4ad · on Oct 10, 2012

Since the Go1 release, Go is not a moving target anymore. Stable releases are rare and there are binary packages available if you are so inclined.

Go compilers, being derived from Plan 9, are always cross compiling. To cross compile you just set and export GOARCH and GOOS to your target, for example:

  GOOS=windows GOARCH=386 CGO_ENABLED=0 go build foo.bar/baz

Would build foo.bar/baz for 32 bit Windows from any system that has Go and ran make.bash --no-clean with those variables set. More interesting is building for ARM:

  GOOS=linux GOARCH=arm CGO_ENABLED=0 go build foo.bar/baz

arjn · on Oct 9, 2012

We use ActiveMQ at work and are investigating other MQs too. I dont see any info or performance graphs w.r.t message size. That would be a useful addition.

jehiah · on Oct 9, 2012

Good idea, we will try to put together some numbers with regards to message size.

interg12 · on Oct 9, 2012

Anyone at Disqus care to weigh in on this?

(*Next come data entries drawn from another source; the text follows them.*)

def test_reml_grid_ends_where_the_score_is_negative() -> None:
    # The bound in reml_grid's docstring, checked on the random sets: the score is < 0 at the top grid point
    y, v, index = _random_groups(seed=7)
    for j in range(200):
        mask = index == j
        if mask.sum() >= 2:
            top = reml_grid(v[mask].min(), v[mask].max(), np.var(y[mask]))[-1]
            assert _reml_score(float(top), y[mask], v[mask]) < 0


# (d) statsmodels combine_effects as a second opinion where its tau2 > 0 (check-values §12: its DL does not truncate)


def test_statsmodels_second_opinion() -> None:
    from statsmodels.stats.meta_analysis import combine_effects

    y, v, index = _random_groups(seed=99)
    # statsmodels' sd_eff_w_re_hksj is the HKSJ SE without the max(1, q) floor
    dl = pool_groups(y, v, index, 200, "DL", hksj=True, hksj_floor=False)
    pm = pool_groups(y, v, index, 200, "PM", hksj=True, hksj_floor=False)
    compared = negative_seen = 0
    for j in range(200):
        mask = index == j
        if mask.sum() < 2:
            continue
        # statsmodels warns where its tau2 < 0 makes a variance negative, and where Q = 0 (identical effects)
        with np.errstate(invalid="ignore", divide="ignore"):
            sm = combine_effects(y[mask], v[mask], method_re="dl")
            sm_pm = combine_effects(y[mask], v[mask], method_re="pm", atol=1e-12, maxiter=200)
        if sm.tau2 <= 0:
            negative_seen += int(sm.tau2 < 0)
            assert dl.tau2[j] == 0.0  # DerSimonian & Laird (1986): tau2 = max(0, .)
            continue
        compared += 1
        # statsmodels.stats.meta_analysis.combine_effects(method_re="dl"): tau2, mean_effect_re, sd_eff_w_re_hksj
        assert dl.tau2[j] == pytest.approx(sm.tau2, rel=1e-8)
        assert dl.mean[j] == pytest.approx(sm.mean_effect_re, rel=1e-9, abs=1e-12)
        assert dl.se[j] == pytest.approx(sm.sd_eff_w_re_hksj, rel=1e-9)
        assert dl.fixed_mean[j] == pytest.approx(sm.mean_effect_fe, rel=1e-9, abs=1e-12)
        assert dl.fixed_se[j] == pytest.approx(sm.sd_eff_w_fe, rel=1e-10)
        assert dl.q[j] == pytest.approx(sm.q, rel=1e-8)
        # combine_effects(method_re="pm", atol=1e-12, maxiter=200): Paule-Mandel iterated to a tight tolerance
        if sm_pm.tau2 > 0:
            assert pm.tau2[j] == pytest.approx(sm_pm.tau2, rel=1e-7)
            assert pm.mean[j] == pytest.approx(sm_pm.mean_effect_re, rel=1e-9, abs=1e-12)
    assert compared >= 50
    assert negative_seen >= 5  # the trap of check-values §12 is exercised


# (e) edge cases


def test_empty_and_single_estimate_groups() -> None:
    # groups 0 and 2 empty; group 1 a single estimate; group 3 two estimates (no prediction interval)
    pooled = pool_groups([0.3, 0.1, 0.2], [0.04, 0.01, 0.02], [1, 3, 3], 4, "REML", hksj=True)
    assert list(pooled.k) == [0, 1, 0, 2]
    for field in (*FIELDS, "df", "fixed_mean", "fixed_se"):
        values = getattr(pooled, field)
        assert math.isnan(values[0]) and math.isnan(values[2]), field
    # k = 1: mean y, SE sqrt(v), normal interval with scipy stats.norm.ppf(0.975), p = 2 stats.norm.sf(0.3 / 0.2)
    assert pooled.tau2[1] == 0.0
    assert pooled.mean[1] == pytest.approx(0.3, rel=1e-15)
    assert pooled.se[1] == pytest.approx(0.2, rel=1e-15)
    z = stats.norm.ppf(0.975)
    assert (pooled.low[1], pooled.high[1]) == pytest.approx((0.3 - z * 0.2, 0.3 + z * 0.2), rel=1e-14)
    assert pooled.p_value[1] == pytest.approx(2 * stats.norm.sf(1.5), rel=1e-12)
    assert pooled.df[1] == 0 and pooled.i_squared[1] == 0.0
    for field in ("tau2_low", "tau2_high", "prediction_low", "prediction_high", "q_p_value"):
        assert math.isnan(getattr(pooled, field)[1]), field
    assert math.isnan(pooled.prediction_low[3]) and not math.isnan(pooled.tau2_high[3])
    _assert_matches_scalar(pooled, 1, random_effects([0.3], [0.04]))
    _assert_matches_scalar(pooled, 3, random_effects([0.1, 0.2], [0.01, 0.02]))


def test_no_estimates_at_all() -> None:
    pooled = pool_groups([], [], [], 3)
    assert list(pooled.k) == [0, 0, 0]
    assert np.isnan(pooled.mean).all() and np.isnan(pooled.tau2_high).all()
    assert pool_groups([], [], [], 0).n_groups == 0


def test_single_estimate_i_squared_is_zero() -> None:
    # Q of one estimate is 0 up to rounding; I^2 = (Q - df) / Q with df = 0 must not turn that into 100%
    rng = np.random.default_rng(3)
    y, v = rng.normal(size=300), rng.uniform(0.001, 1, 300)
    pooled = pool_groups(y, v, np.arange(300), 300)
    assert (pooled.i_squared == 0).all()
    assert all(heterogeneity([a], [b]).i_squared == 0 for a, b in zip(y, v, strict=True))


@pytest.mark.parametrize("method", ["DL", "PM", "REML"])
def test_identical_effects(method: str) -> None:
    y = np.full(6, 0.12)
    v = np.array([0.01, 0.02, 0.005, 0.03, 0.01, 0.015])
    pooled = pool_groups(y, v, np.zeros(6, dtype=int), 1, method)  # type: ignore[arg-type]
    assert pooled.tau2[0] == 0.0
    assert pooled.tau2_low[0] == 0.0 and pooled.tau2_high[0] == 0.0
    assert pooled.mean[0] == pytest.approx(0.12, rel=1e-14)
    # HKSJ without its floor: no spread around the mean gives a zero-width interval; the Knapp-Hartung floor
    # max(1, q) keeps the plain inverse-variance SE sqrt(1 / sum(1/v)) (tau2 = 0), computed here independently
    assert pooled.se[0] == pytest.approx(math.sqrt(1 / np.sum(1 / v)), rel=1e-12)
    bare = pool_groups(y, v, np.zeros(6, dtype=int), 1, method, hksj_floor=False)  # type: ignore[arg-type]
    assert bare.se[0] == pytest.approx(0.0, abs=1e-12)
    assert pooled.i_squared[0] == 0.0 and pooled.q[0] == pytest.approx(0.0, abs=1e-25)
    _assert_matches_scalar(pooled, 0, random_effects(y, v, method))  # type: ignore[arg-type]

andreypopp · on Oct 9, 2012

Interesting if bitly guys had a look at beanstalkd before implementing nsqd.

knodi · on Oct 9, 2012

Beanstalkd is not stable it has a lot issues even in it current version. If you doing to be sending couple million messages per day beanstalkd is not for you.

matticakes · on Oct 9, 2012

beanstalkd is a great project and it certainly inspired some of our thinking. I think of beanstalkd as a more fully functional alternative to simplequeue (what we built/used prior to NSQ - more details in our blog post http://word.bitly.com/post/33232969144/nsq).

Some of the goals of NSQ transcended just replacing our specific daemon that buffered and delivered messages (most importantly the interactions with the lookup service). Because of that, we felt that owning that piece would make it easier to achieve those goals.

Additionally, one of the most important properties of nsqd (the queue component of NSQ) is that data is pushed to the client rather than polled (like in beanstalkd).

stevvooe · on Oct 10, 2012

Where is the guy with the comment about generics? Disappointing.

knodi · on Oct 9, 2012

Does this have gob interface?

matticakes · on Oct 9, 2012

it is data format agnostic so you can certainly serialize using the gob package.

knodi · on Oct 9, 2012

Amazing, with this my whole infrastructure will be 100% Go.